[Data for the task Boundary: Start]
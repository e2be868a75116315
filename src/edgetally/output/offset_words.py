"""The band of each property under a tolerance, as a block and for the document."""

from __future__ import annotations

from typing import TYPE_CHECKING, Any

from edgetally.output.blocks import Block, Cell, Figure
from edgetally.output.symbols import KEYS, SymbolSet, name_of, symbol_of
from edgetally.units import length_factor

if TYPE_CHECKING:
    from edgetally.results import SectionResult
    from edgetally.section.offsets import OffsetBand

DIGITS = 5


def _values(section: SectionResult, band: OffsetBand, key: str) -> dict[str, float | None]:
    """Return the rate, what it makes of the value both ways, and what the moved outline has; in the results' unit."""
    length = length_factor(section.section.unit, section.out_unit)
    prop = section.properties[key]
    # a power of the length unit; the unit of an angle or a mass stands for itself
    power = prop.unit.power if prop.unit.base == section.out_unit else 0
    factor, value = length**power, prop.value or 0.0
    change = band.rates[key] * band.distance * factor
    exact = [None if side is None else side[key] * factor for side in (band.inward, band.outward)]
    return {
        "rate": band.rates[key] * factor / length,
        "minus": value - change,
        "plus": value + change,
        "exact_minus": exact[0],
        "exact_plus": exact[1],
    }


def offset_document(section: SectionResult, band: OffsetBand) -> dict[str, Any]:
    """Return the band as plain dicts and numbers; rates per unit of length."""
    return {
        "delta": band.distance * length_factor(section.section.unit, section.out_unit),
        "unit": section.out_unit,
        "by_chords": band.by_chords,
        "properties": {key: _values(section, band, key) for key in KEYS if key in band.rates},
    }


def offset_block(section: SectionResult, symbols: SymbolSet) -> Block | None:
    """Return the table: value, its band to first order, and as the moved outline has it."""
    band = section.offset
    if band is None:
        return None
    rows: list[tuple[Cell, ...]] = []
    for key in KEYS:
        if key not in band.rates:
            continue
        found, prop = _values(section, band, key), section.properties[key]
        columns = (prop.value, found["minus"], found["plus"], found["exact_minus"], found["exact_plus"])
        cells = [Figure.of(value, DIGITS) for value in columns]
        rows.append((symbol_of(key, symbols), name_of(key, symbols), *cells, prop.unit.pretty))
    f, unit = length_factor(section.section.unit, section.out_unit), section.out_unit
    distance = f"{band.distance * f:.6g} {unit}"
    notes = [
        "First order: value ± rate × distance, the rates being integrals along the boundary. Moved: the outline with "
        "every surface moved by that distance, corners left sharp"
        + (", its curves as fine chords." if band.by_chords else ", exact."),
        "Torsion, warping, shear and plastic values are not among them.",
    ]
    notes += [f"Not possible: {finding.message}." for finding in band.refused]
    heads = ("", "property", "value", "first order, in", "out", "moved, in", "out", "unit")
    return Block(f"Every surface moved by {distance}", heads, tuple(rows), tuple(notes), symbols_first=True)
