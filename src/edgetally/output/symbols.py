"""Names and symbols of the properties, in three sets, and the letters of the axes that go with them.

plain: x and y as drawn, 1 and 2 principal. en: EN 1993-1-1, 1.7 (y-y horizontal, z-z vertical, u-u and v-v principal,
W_el, I_t). us: the practice of the American steel manual (S for the elastic modulus, r for the radius of gyration, w
and z for the principal axes of angles); from memory. In a symbol `_` starts the subscript.
"""

from __future__ import annotations

from typing import Literal, NamedTuple

SymbolSet = Literal["plain", "en", "us"]


class AxisLetters(NamedTuple):
    """The letters of the drawing's axes and of the principal axes."""

    x: str
    y: str
    first: str
    second: str


AXES: dict[SymbolSet, AxisLetters] = {
    "plain": AxisLetters("x", "y", "1", "2"),
    "en": AxisLetters("y", "z", "u", "v"),
    "us": AxisLetters("x", "y", "w", "z"),
}

# key → (name, symbol); {x} {y} {1} {2} are the axis letters, {W} and {i} the letters of modulus and radius
_TABLE: dict[str, tuple[str, str]] = {
    "area": ("area", "A"),
    "outer_perimeter": ("outer perimeter", "P_outer"),
    "total_perimeter": ("total perimeter", "P_total"),
    "width": ("width along {x}", "b"),
    "height": ("height along {y}", "h"),
    "centroid_x": ("centroid, {x}", "{x}_c"),
    "centroid_y": ("centroid, {y}", "{y}_c"),
    "second_moment_x": ("second moment about {x}", "I_{x}"),
    "second_moment_y": ("second moment about {y}", "I_{y}"),
    "product_of_inertia": ("product of inertia", "I_{x}{y}"),
    "polar_moment": ("polar moment", "I_p"),
    "principal_moment_1": ("principal moment, axis {1}", "I_{1}"),
    "principal_moment_2": ("principal moment, axis {2}", "I_{2}"),
    "principal_angle": ("angle from {x} to {1}", "θ"),
    "second_moment_x_origin": ("second moment, origin, {x}", "I_{x},O"),
    "second_moment_y_origin": ("second moment, origin, {y}", "I_{y},O"),
    "product_of_inertia_origin": ("product of inertia, origin", "I_{x}{y},O"),
    "radius_of_gyration_x": ("radius of gyration, {x}", "{i}_{x}"),
    "radius_of_gyration_y": ("radius of gyration, {y}", "{i}_{y}"),
    "radius_of_gyration_1": ("radius of gyration, {1}", "{i}_{1}"),
    "radius_of_gyration_2": ("radius of gyration, {2}", "{i}_{2}"),
    "elastic_modulus_x_top": ("elastic modulus {x}, top", "{W}{x},top"),
    "elastic_modulus_x_bottom": ("elastic modulus {x}, bottom", "{W}{x},bot"),
    "elastic_modulus_y_left": ("elastic modulus {y}, left", "{W}{y},left"),
    "elastic_modulus_y_right": ("elastic modulus {y}, right", "{W}{y},right"),
    "elastic_modulus_1_positive": ("elastic modulus {1}, +{2} side", "{W}{1},+"),
    "elastic_modulus_1_negative": ("elastic modulus {1}, −{2} side", "{W}{1},−"),
    "elastic_modulus_2_positive": ("elastic modulus {2}, +{1} side", "{W}{2},+"),
    "elastic_modulus_2_negative": ("elastic modulus {2}, −{1} side", "{W}{2},−"),
    "torsion_constant": ("torsion constant", "{J}"),
    "warping_constant": ("warping constant", "{Cw}"),
    "shear_centre_x": ("shear centre, {x}", "{x}_s"),
    "shear_centre_y": ("shear centre, {y}", "{y}_s"),
    "shear_area_x": ("shear area along {x}", "A_s{x}"),
    "shear_area_y": ("shear area along {y}", "A_s{y}"),
    "strip_thickness": ("thickness of the strip", "t"),
    "strip_width": ("developed width, midline", "b_dev"),
    "mass_per_length": ("mass per length", "m"),
}

_TORSION: dict[SymbolSet, tuple[str, str]] = {"plain": ("J", "C_w"), "en": ("I_t", "I_w"), "us": ("J", "C_w")}
_MODULUS: dict[SymbolSet, str] = {"plain": "W_el,", "en": "W_el,", "us": "S_"}
_RADIUS: dict[SymbolSet, str] = {"plain": "i", "en": "i", "us": "r"}

KEYS = tuple(_TABLE)
"""Every property key, in the order of print."""


def _filled(text: str, symbols: SymbolSet) -> str:
    letters = AXES[symbols]
    known = {"x": letters.x, "y": letters.y, "1": letters.first, "2": letters.second}
    known |= {"W": _MODULUS[symbols], "i": _RADIUS[symbols], "J": _TORSION[symbols][0], "Cw": _TORSION[symbols][1]}
    for key, value in known.items():
        text = text.replace("{" + key + "}", value)
    return text


def name_of(key: str, symbols: SymbolSet = "plain") -> str:
    """Return the plain name of a property, with the axis letters of the set."""
    return _filled(_TABLE[key][0], symbols)


def symbol_of(key: str, symbols: SymbolSet = "plain") -> str:
    """Return the symbol of a property, subscript after `_`."""
    return _filled(_TABLE[key][1], symbols)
[Data for the task Boundary: End]
[Your assignment]: Go through the material above line by line and state how many lines contain "them". Give only the number.

[Task result]: 2